KBC also provided us with free house insurance for 1 year with our mortage.

I have also switched my credit card because they offer 1% back on groceries and online purchases up to €10 a month.  I clear the card each month so I'm not sure if their credit charges are higher but it made sense for me to have my credit card and current account in the same bank and to get something back on my spending.

The one thing I have found a little more difficult is to get large amounts of cash.  They are a cashless bank so you can only withdraw cash on your card up to a limit of €700 a day and you can't call into a bank to get more.  I recently needed to pay for something in cash and had to transfer money electronically and then visit a bank.
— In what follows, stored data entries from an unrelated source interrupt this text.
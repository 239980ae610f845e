"use client";

import { useActionState } from "react";
import { setPhFitStepsAction } from "@/app/actions/ph-series";
import { FormMessage, SubmitButton } from "@/components/ui/form-status";

/** The chemist's choice for a series: fit one colour change (one pKa) or two (two pKa's). */
export function StepsChoice({ seriesId, steps }: { seriesId: string; steps: 1 | 2 }) {
  const [state, action] = useActionState(setPhFitStepsAction, null);
  return (
    <form action={action} className="space-y-2 text-sm" aria-label="Steps of the fit">
      <input type="hidden" name="id" value={seriesId} />
      <fieldset className="flex flex-wrap items-center gap-4">
        <legend className="mb-1 font-semibold">Colour changes to fit</legend>
        <label className="flex items-center gap-1">
          <input type="radio" name="steps" value="1" defaultChecked={steps === 1} /> one step (one pKa)
        </label>
        <label className="flex items-center gap-1">
          <input type="radio" name="steps" value="2" defaultChecked={steps === 2} /> two steps (H2In ⇌ HIn⁻ ⇌ In²⁻, two pKa&apos;s)
        </label>
        <SubmitButton variant="secondary" pendingText="Fitting…">
          Fit again
        </SubmitButton>
      </fieldset>
      <p className="text-xs text-ink-soft">
        Two steps needs three plateaus (a vial with at least 80 % of each form) and pKa&apos;s at least 1 unit apart; otherwise the fit says why and gives no pKa.
      </p>
      <FormMessage state={state} />
    </form>
  );
}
Overall I'm a lot more satisfied with KBC than I was with AIB.


----------



## Brendan Burgess (6 Jan 2015)

KBC and AIB say that they are actively open to taking on customers from other lenders. 

Has anyone actually moved? 

Has anyone applied and been refused? 

It has been suggested to me that they are only pretending to be interested, but I don't think that is correct. 

Brendan


----------



## shweeney (6 Jan 2015)

Brendan Burgess said:


> KBC and AIB say that they are actively open to taking on customers from other lenders.
> 
> Has anyone actually moved?
> 
> ...



I spoke to a guy in KBC a few months back, but was only offered about 60% of the amount I currently owe BOI, so couldn't go any further with it.  

When we originally got our mortgage a little under 3 years ago, AIB offered us less than a third of the amount we needed so I haven't even bothered looking into switching to them (also KBC will pay your legal fees, AIB won't so the savings don't really add up).  

We're single income with kids, so despite a pretty low LTV (< 60% I'd say) we're apparently not an appealing prospect to some of the banks.  Considering BOIs new fixed rates as I can't see Richie Boucher making any concessions on the SVR in the near future - that guy is hard as nails


----------



## Subotai (6 Jan 2015)

I switched in November from Bank of Ireland to KBC. My original BOI mortgage was a <80% LTV mortgage at a rate of 4.05% for a house I bought in Dublin in 2012. With the recent increase in house prices i revalued the house, and I was able to get a <60% LTV mortgage with KBC at a rate of 3.65%. This has resulted in a saving of €97 a month for me. 

My legal fees for switching were about €1,200, but KBC paid €1,000 towards this. So I made back the cost of switching in two months.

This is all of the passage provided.